The combined company is set to have about 21,000 workers and yearly revenue of nearly $4.4 billion. Locally, CB will have about 120 property management employees and 130 brokers after the buy closes.
The deal adds to CB’s already sizable presence here. The company’s Newport Beach office has held the No. 1 spot among county brokerages in recent years, according to the Business Journal’s annual list. Its Anaheim office usually isn’t far behind.
Together the offices worked on about $3 billion worth of sales and lease transactions last year.
Trammell Crow’s Irvine office was No. 13 in this year’s ranking of local brokerages, doing $673 million of transactions.
On the property management side, CB’s Newport Beach office held the top spot last year. Trammell Crow was No. 3.
Together, they manage about 50 million square feet of space in the county, about 23 million square feet more than the next biggest property manager, The Irvine Company.
“The best part about the deal is that it’s being done for strategic reasons” and not just to add business, said Sherry Bower, senior managing director for CB’s OC operations.
Trammell Crow has “a very high-quality brand,” she said. “People here have received the news well.”
Details about how the local offices will be integrated still are several months away.
One offering that Trammell Crow has that CB doesn’t is a development division. Locally, the company hasn’t built too much as of late. It backed out of a deal to build condos in Irvine earlier this year. Past projects include the Arena Corporate Center in Anaheim and Lake Forest’s Pacific Vista.
The development and investment business of Trammell Crow will be run independently once the acquisition is done, the companies said.
Competitors are waiting to see what the acquisition will mean for them locally.
Over time, “I suspect that Orange County developers, investors, property managers, lenders and appraisers will see fewer opportunities come their way from CBRE, because they will become a predominant participant in each real estate category themselves,” said Bill Lee, founder of brokerage Lee & Associates Commercial Real Estate Services Inc.
Birtcher in Oregon
Irvine-based Birtcher Development & Investments LLC, the company behind some of OC’s more distinctive office buildings, is building another,in Oregon.
The company recently announced plans to build a 98,796-square-foot office project in Tualatin, a suburban town about 10 miles from Portland.
The four-story property is tentatively named the Birtcher Tualatin 99 Building. It’s pegged to cost about $22 million to build. Birtcher closed on the land last month. Construction should begin in March and is expected to be done in early 2008.
CT Realty Corp. of Newport Beach is getting into the condominium business.

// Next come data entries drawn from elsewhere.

def check_some_frame(counts: dict, events: list) -> None:
    """Raise :class:`FrameError` saying why, when a stream delivered no frame at all."""
    if counts.get("frames_ok", 0) or counts.get("gap_frames_ok", 0):
        return
    foreign = [e for e in events if e["event"] == "foreign_profile"]
    if foreign:
        raise FrameError(
            f"{counts.get('frames_foreign_profile', 0)} frames passed their CRC but were "
            f"{foreign[0].get('detail', 'made under another profile')}; decode with the profile "
            "the stream was encoded with", f"frame at byte {foreign[0]['offset']}")
    refused = [e for e in events if e["event"] == "bad_header"]
    if refused:
        raise FrameError(f"every CRC-valid frame was refused ({refused[0].get('detail')}); the "
                         "stream does not match this profile", f"frame at byte "
                         f"{refused[0]['offset']}")
    raise FrameError("no frame with a valid sync marker and CRC was found (frames made under "
                     "another profile fail their CRC too); give a coefwire stream and the "
                     "profile it was encoded with")
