def register_layout(layout: Layout) -> Layout:
    """Add ``layout`` under its version number; returns it.

    Parameters
    ----------
    layout : Layout
        An object with every member of the :class:`Layout` protocol.

    Returns
    -------
    Layout
        ``layout`` itself.

    Raises
    ------
    ValueError
        For a version outside 1..14, one already taken or belonging to a built-in
        layout, or an unknown length rule.

    Examples
    --------
    ``tests/test_layout_toy.py`` registers a whole toy layout.  Registering the
    same object again changes nothing; another object under a taken version is refused:

    >>> lay = layout_for(3)
    >>> register_layout(lay) is lay
    True
    >>> from codec.layouts.v3 import Layout3
    >>> register_layout(Layout3(version=3))
    Traceback (most recent call last):
    ...
    ValueError: layout version 3 is already registered
    """
    if not isinstance(layout, Layout):
        raise TypeError(f"{layout!r} does not have every member of the Layout protocol")
    v = int(layout.version)
    if not 1 <= v <= 14:
        raise ValueError(f"layout version {v} is outside 1..14 (15 is the gap-mask frame)")
    if v in _RESERVED and not type(layout).__module__.startswith(f"{__package__}."):
        raise ValueError(f"layout version {v} belongs to a built-in layout; choose another")
    if v in _LAYOUTS and _LAYOUTS[v] is not layout:
        raise ValueError(f"layout version {v} is already registered")
    from .envelope import EXTENT_BYTES

    lf = layout.length_field
    if lf.kind not in _KINDS or lf.need > EXTENT_BYTES:
        raise ValueError(f"layout {v}: unknown length rule {lf.kind!r} or one reading past "
                         f"{EXTENT_BYTES} bytes")
    _LAYOUTS[v] = layout
    _state["rules"] = None
    return layout
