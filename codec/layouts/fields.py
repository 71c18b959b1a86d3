"""Header fields declared as tables, read and written by one routine for every layout.

A table is a tuple of ``(name, bits, meaning)``.  ``bits`` is an int, or a
function ``bits(fields, ctx)`` of the fields before it (already read, or
about to be written) and the layout's context: so a field that is present
only under a flag (a channel field only when ``multi`` is 0) or whose width
depends on another (an 11- or 27-bit length) is still one row of the table.
Values are whole arrays, one entry per frame.
"""

from __future__ import annotations

from collections.abc import Callable, Mapping
from typing import Any

import numpy as np

__all__ = ["FieldTable", "field_widths", "read_header", "header_slots", "header_bits"]

FieldTable = tuple[tuple[str, "int | Callable[[Mapping, Any], np.ndarray]", str], ...]


def _width(bits, fields: Mapping, ctx, size: int) -> np.ndarray:
    w = bits if isinstance(bits, int) else bits(fields, ctx)
    return np.broadcast_to(np.asarray(w, dtype=np.int64), (size,))


def field_widths(table: FieldTable, fields: Mapping, ctx, size: int) -> dict[str, np.ndarray]:
    """Width of every field of ``table`` for frames with these ``fields`` (one per frame)."""
    return {name: _width(bits, fields, ctx, size) for name, bits, _ in table}


def read_header(reader, pos: np.ndarray, table: FieldTable, ctx=None
                ) -> tuple[dict[str, np.ndarray], np.ndarray]:
    """Read the fields of ``table`` from bit positions ``pos`` (one per frame), in order.

    ``reader.read(pos, width)`` returns unsigned MSB-first fields (width 0
    reads 0).  Returns the fields by name and the positions after them.
    """
    pos = np.asarray(pos, dtype=np.int64)
    fields: dict[str, np.ndarray] = {}
    for name, bits, _ in table:
        w = _width(bits, fields, ctx, pos.size)
        fields[name] = reader.read(pos, w)
        pos = pos + w
    return fields, pos


def header_slots(table: FieldTable, fields: Mapping, ctx, size: int) -> list[tuple]:
    """``(value, width)`` per field of ``table``, in order; a value is 0 where its width is 0."""
    out = []
    for name, bits, _ in table:
        w = _width(bits, fields, ctx, size)
        v = np.broadcast_to(np.asarray(fields[name], dtype=np.int64), (size,))
        out.append((np.where(w > 0, v, 0), w))
    return out


def header_bits(table: FieldTable, fields: Mapping, ctx, size: int,
                skip: tuple[str, ...] = ()) -> np.ndarray:
    """Bits the fields of ``table`` take, leaving out the fields named in ``skip``."""
    total = np.zeros(size, dtype=np.int64)
    for name, bits, _ in table:
        if name not in skip:
            total = total + _width(bits, fields, ctx, size)
    return total
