"""Frame layout version 5: layout 3 with long-term prediction inside a frame.

Version 5 is version 3 bit for bit except the version field, one more
frame-header flag (``predict``, when the frame carries more than one window)
and, in frames with that flag set, two more subframe-header fields after
the count: the lag of the channel (in its first subframe of the frame,
:func:`codec.transform.predict.lag_bits` bits, 0 = not predicted) and, in
each later subframe whose window the lag can reach (``lag <= offset * N``),
one bit saying whether the window is predicted.  A predicted window is
decoded as the channel's decoded samples ``lag`` back in the frame plus the
coded window (:mod:`codec.transform.predict`).  Written down bit by bit in
``FRAME_LAYOUT.md`` ("Version 5").

The encoder searches a lag per budget block in frame scope and keeps, frame
by frame, whichever of the predicted and the plain coding takes fewer bytes.
"""

from __future__ import annotations

from .registry import register_layout
from .v3 import PREDICTION_VERSION, Layout3

__all__ = ["LAYOUT_VERSION_5", "LAYOUT_5", "layout5"]

#: Version 5: version 3 with long-term prediction (``codec.transform.predict``).
LAYOUT_VERSION_5 = PREDICTION_VERSION


def layout5() -> Layout3:
    """Layout 5: the routines of layout 3 with version 5 and the prediction fields.

    Examples
    --------
    >>> lay = layout5()
    >>> lay.version, lay.predicts, lay.has_trellis
    (5, True, False)
    """
    return Layout3(version=LAYOUT_VERSION_5, predicts=True)


LAYOUT_5 = register_layout(layout5())
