"""Old-style dict views of :class:`codec.layouts.registry.ParsedFrames` for the compatibility
modules ``v1v2`` and ``v3v4`` (code written before layouts became registered units)."""

from __future__ import annotations

import numpy as np

from .registry import ParsedFrames

__all__ = ["as_dict"]


def as_dict(p: ParsedFrames, trellis: bool = False, several: bool = False) -> dict:
    """The keys the former ``parse_frames_v2`` / ``parse_frames_v3`` returned."""
    h = p.header
    out = {"profile": h["profile"], "sequence": p.sequence, "multi": h["multi"] > 0,
           "valid": p.valid, "length": h["length"],
           "consumed_ok": np.array([v == "ok" for v in p.verdict], dtype=bool),
           "frame": p.row_frame, "channel": p.row_channel, "step_code": p.row_step,
           "mean": p.row_mean, "count": p.row_count, "q": p.q}
    if several:
        out.update({"window_offset": p.row_offset, "sub_valid": p.row_valid,
                    "windows": h["windows_minus_1"] + 1,
                    "trellis": p.row_trellis if trellis else None,
                    "mean_pred": h["mean_change"] > 0, "count_pred": h["count_change"] > 0})
    return out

The development and investment company, led by Robert Campbell, a veteran of the OC commercial real estate scene, has entered a venture to build a $30 million condo project in Long Beach.
The development is called Pacifica at the Promenade, a 62-home project at 200 E. Broadway Ave. in Long Beach, a few minutes from the ocean. Along with the homes, which start in the low $400,000s, the project includes 5,161 square feet of shops.
It’s the first ground-up condo project that 12-year-old CT Realty has undertaken. The company has emphasized offices, industrial complexes, apartments and self-storage facilities.
CT Realty partnered with Lennar Corp.’s Orange Coast homebuilding division and Argosy Investors LLC, made up of principals of Irvine-based builder Snyder Langston, to develop the project.
The partnership is known as Lennar Long Beach Promenade Partners LLC.
A unit of Snyder Langston is building the condos, which broke ground in May. Homes are projected to open in January, with six floor plans ranging from 708 square feet to 2,276 square feet.
SunCal Nabs Teteak
Randy Teteak, former president of Irvine-based land brokerage O’Donnell/Atkins, has a new gig.
The job shouldn’t be too hard for the retired Marine to pick up. Teteak, who joined O’Donnell/Atkins in 2002, will be working for his old company’s biggest customer.
Teteak is joining the land disposition group of Irvine-based SunCal Cos., a developer of masterplanned communities. A formal title still is in the works, Teteak said. He’ll be working with builders and managing relations with brokerages.
SunCal and O’Donnell/Atkins are frequent partners. They worked together for SunCal’s purchase of San Clemente’s 250-acre Marblehead Coastal property.